# Keeping calm on a nervous horse



## SorrelHorse (Apr 9, 2009)

Talk and sing.

The theory behind this and keeping calm is because a horse is very capable of feeling your breathing. When you are nervous, you subconsciously don't breathe or don't breathe as much. When you talk/sing, you HAVE to breathe. Even if you are just whispering.

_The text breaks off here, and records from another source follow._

def fuzzy_cmeans(
    X: np.ndarray,
    n_clusters: int,
    m: float = 2.0,
    *,
    n_starts: int = 1,
    tol: float = 1e-4,
    max_iter: int = 500,
    init: Init = "random",
    rng: int | np.random.Generator | None = None,
    initial_memberships: np.ndarray | None = None,
    precision: Precision = "fast",
    n_threads: int | None = None,
    objective_tol: float = 0.0,
    prune: bool = False,
    prune_margin: float = PRUNE_MARGIN,
    prune_window: int = PRUNE_WINDOW,
    acceleration: Acceleration = "squarem",
) -> MultiStartResult:
    """Fuzzy c-means from many starts at once; returns every start and the best.

    Parameters
    ----------
    X : ndarray of shape (n_genes, n_timepoints)
        Data to cluster, usually z-scored profiles.  Must be finite.
    n_clusters : int
        Number of clusters c, ``2 <= c < n_genes``.
    m : float, default 2.0
        Fuzzifier, ``m > 1``; m near 1 gives nearly crisp memberships.
    n_starts : int, default 1
        Random starts, all iterated together.
    tol : float, default 1e-4
        Stop a start when the largest absolute membership change between two
        iterations is below ``tol``.  ``0`` runs exactly ``max_iter`` iterations
        (unless ``objective_tol`` or ``prune`` stop a start).
    max_iter : int, default 500
        Upper bound on iterations (centroid update + membership update).
    init : {"random", "kmeans++"}, default "random"
        Random memberships (flat Dirichlet rows) or k-means++ seeding of the
        centroids (Arthur & Vassilvitskii 2007) followed by their memberships.
    rng : int, numpy.random.Generator or None
        Seed or generator; the only source of randomness.
    initial_memberships : ndarray of shape (n_genes, c) or (n_starts, n_genes, c), optional
        Start from these memberships instead of ``init`` (rows summing to 1).
    precision : {"fast", "float64", "float32"}, default "fast"
        How the membership update is computed; matrix products, sums and
        results are float64 in every case.  ``"float64"``: NumPy element-wise
        float64 (the reference path).  ``"float32"``: NumPy with a float32
        element-wise part; memberships agree with float64 to about 1e-6.
        ``"fast"``: the compiled kernel (needs numba, the ``fast`` extra) with
        float64-accurate vectorised ``ln``/``exp``; memberships agree with
        ``"float64"`` to about 1e-13.  Without numba ``"fast"`` falls back to
        ``"float64"``.
    n_threads : int, optional
        Threads.  Default: ``GLOAM_NUM_THREADS`` or ``OMP_NUM_THREADS`` when set,
        else the CPUs this process may use.  With ``"fast"`` each thread runs whole
        starts (no thread waits for another inside a start, so a busy machine slows
        a run at most as much as it slows one thread), and the results are the same,
        bit for bit, for every thread count; a single start uses one thread.
    objective_tol : float, default 0.0
        Second stopping test (common practice; 0 turns it off): a start also stops,
        and counts as converged, when its objective fell by at most ``objective_tol``
        times its value in the last iteration, ``J_{t-1} - J_t <= objective_tol J_t``.
        It changes where every start stops, the best one included.
    prune : bool, default False
        Stop starts that cannot catch up with the best one (the *leader*: the lowest
        current objective of the starts not pruned, which can only fall further).
        Every ``prune_window`` iterations w, from iteration 3w on, each running start's
        final objective is forecast by Aitken's delta-squared extrapolation (Aitken
        1926; the forecast of Böhning et al. 1994 and McNicholas et al. 2010 for
        stopping EM) applied to its objectives every w iterations: with the decreases
        over the last three windows ``d1, d2, d3``, the forecast is
        ``J_t - d3 q / (1 - q)`` with ``q = max(d2 / d1, d3 / d2)`` (the slower of the two
        observed rates, the cautious choice).  A start whose forecast is above
        ``(1 + prune_margin)`` times the leader's current objective is pruned; a start
        whose decrease is not slowing (a ratio >= 1) is never pruned, and one that
        stopped decreasing is forecast at ``J_t``.  Pruning only stops starts; it
        changes no number of the starts that go on, so the best start's result is the
        same, bit for bit, as without pruning unless the best start itself trailed by
        more than the margin at a check and was forecast not to catch up (a heuristic
        risk: the forecast assumes linear convergence).  Pruned starts are flagged in
        ``MultiStartResult.pruned``, keep the memberships, centroids and objective of
        their last iteration and are never ``converged``; count them as not at the
        optimum.
    prune_margin : float, default PRUNE_MARGIN
        Relative margin of the pruning rule, ``> 0``.  Far above the tolerance that
        decides whether two starts reached the same optimum (1e-6), so a start still
        heading for the best optimum is kept while its forecast is within the margin.
    prune_window : int, default PRUNE_WINDOW
        Iterations w between pruning checks and between the three objectives of the
        forecast, ``>= 1``.  With ``"fast"`` and several threads the threads meet only
        at these checks.
    acceleration : {"squarem", "none"}, default "squarem"
        ``"squarem"``: the compiled iteration (``precision="fast"``) runs in cycles of
        three membership passes, two plain ones and one at the SQUAREM extrapolation of
        the centroids (Varadhan & Roland 2008, steplength S3), kept only when it does not
        raise the objective; it reaches the same fixed points as plain iteration in far
        fewer passes where plain fuzzy c-means converges slowly (linear convergence,
        Bezdek et al. 1987).  Iterations count membership passes, and the stopping tests
        look only at plain passes, so ``tol`` keeps its meaning.  ``"none"``: plain
        iteration.  The NumPy paths (``"float64"``, ``"float32"``, or ``"fast"`` without
        numba) always iterate plainly.

    Returns
    -------
    MultiStartResult

    Raises
    ------
    GloamError
        For an invalid parameter or non-finite data.

    Warns
    -----
    ConvergenceWarning
        When a start that was not pruned stops at ``max_iter`` before a stopping test.

    References
    ----------
    Bezdek, J. C. (1981). *Pattern Recognition with Fuzzy Objective Function Algorithms*.
    Aitken, A. C. (1926). On Bernoulli's numerical solution of algebraic equations.
    *Proceedings of the Royal Society of Edinburgh* 46:289-305.
    Böhning, D., Dietz, E., Schaub, R., Schlattmann, P. & Lindsay, B. G. (1994). The
    distribution of the likelihood ratio for mixtures of densities from the one-parameter
    exponential family. *Annals of the Institute of Statistical Mathematics* 46(2):373-388.
    McNicholas, P. D., Murphy, T. B., McDaid, A. F. & Frost, D. (2010). Serial and parallel
    implementations of model-based clustering via parsimonious Gaussian mixture models.
    *Computational Statistics & Data Analysis* 54(3):711-723.
    Varadhan, R. & Roland, C. (2008). Simple and globally convergent methods for
    accelerating the convergence of any EM algorithm. *Scandinavian Journal of Statistics*
    35(2):335-353.
    Bezdek, J. C., Hathaway, R. J., Howard, R. E., Wilson, C. A. & Windham, M. P. (1987).
    Local convergence analysis of a grouped variable version of coordinate descent.
    *Journal of Optimization Theory and Applications* 54(3):471-477.
    """
    X = _check_data(X)
    n_samples = X.shape[0]
    if initial_memberships is not None:
        initial_array = np.asarray(initial_memberships)
        n_starts = 1 if initial_array.ndim == 2 else int(initial_array.shape[0])
    _check_parameters(n_samples, n_clusters, m, tol, max_iter, n_starts, init, precision)
    _check_stopping(objective_tol, prune, prune_margin, prune_window, n_threads)
    _check_acceleration(acceleration)
    m = float(m)
    n_clusters, n_starts, max_iter = int(n_clusters), int(n_starts), int(max_iter)
    compiled = precision == "fast" and _kernels is not None
    dtype = None if compiled else _ELEMENTWISE_DTYPES[precision]
    threads = n_threads or _default_threads()
    rule = _PruneRule(float(prune_margin), int(prune_window)) if prune else None
    generator = np.random.default_rng(rng)
    initial = None
    if initial_memberships is not None:
        initial = _check_initial_memberships(initial_memberships, n_starts, n_samples, n_clusters)
    if compiled:
        centroids, memberships, objectives, n_iter, converged, pruned = _compiled_fit(
            X,
            n_clusters,
            n_starts,
            m,
            init=init,
            generator=generator,
            initial=initial,
            tol=float(tol),
            objective_tol=float(objective_tol),
            max_iter=max_iter,
            rule=rule,
            n_threads=threads,
            accelerate=acceleration == "squarem",
        )
    else:
        if initial is None:
            initial = _INITIALISERS[init](X, n_clusters, n_starts, m, generator, dtype)
        centroids, memberships, objectives, n_iter, converged, pruned = _run_starts(
            X, initial, m, float(tol), max_iter, dtype, threads, float(objective_tol), rule
        )
    del initial
    stopped_early = ~converged & ~pruned
    if (tol > 0 or objective_tol > 0) and stopped_early.any():
        warnings.warn(
            f"{int(stopped_early.sum())} of {n_starts} fuzzy c-means start(s) stopped at "
            f"max_iter={max_iter} with a membership change still above tol={tol}; "
            "raise max_iter or tol",
            ConvergenceWarning,
            stacklevel=2,
        )
    return MultiStartResult(
        centroids=centroids,
        memberships=memberships,
        objectives=objectives,
        n_iter=n_iter,
        converged=converged,
        m=m,
        best_index=int(np.argmin(objectives)),
        pruned=pruned,
    )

For me, when things get sticky, I try to go to sleep. I picture myself as I am right now: Sitting back in my comfy chair, laptop on my lap, leaning back and kind half lying down. This is relaxed. My mare the other day reared and I just kinda sighed. My trainer said I looked ready to take a nap, which of course I was. You gotta find your happy place whether or not you're in a bad situation with the horse.

And of course, breathe.


----------



## CowboyBob (Feb 11, 2013)

man try to tell someone else how to calm down. thats tuff, what is it that is getting you "worked up"? your idea of getting down if it wasn't a lesson is a good onw lesson or not. the only thing other the "just stop it"  when you feel yourself "heading south" go back and work on something easy. something you know the horse can do and somthing you know you can do as well.

Or "just stop it"  
or try smiling laugh make a funny noise (somthing that won't scare your horse)


----------



## Paintlover1965 (May 22, 2009)

What is it that the horse does that makes you nervous? My Paint horse is a super sweetheart but can be scary if he gets galloping when he is in a large group as he will pass all the other horses if you let him. Once I learned how to slow him down and not let him get out of hand. Lots of ring work helped me develop a better relationship with him. He is a more flight than fight kind of horse and it took what I thought was a long time before he really trusted me. Hundreds of hours on the trail certainly helped. You need to find out how that particular horse ticks and then hopefully, things will begin to fall into place. A good trainer is also invaluable. For me the best thing was to just keep at it even if I felt I'd never succeed and there sure were a lot of difficult days. But, now I am really happy to have such a great bond with my horse.


----------



## heymckate (Nov 23, 2010)

I like the round pen for nervous horses and nervous humans.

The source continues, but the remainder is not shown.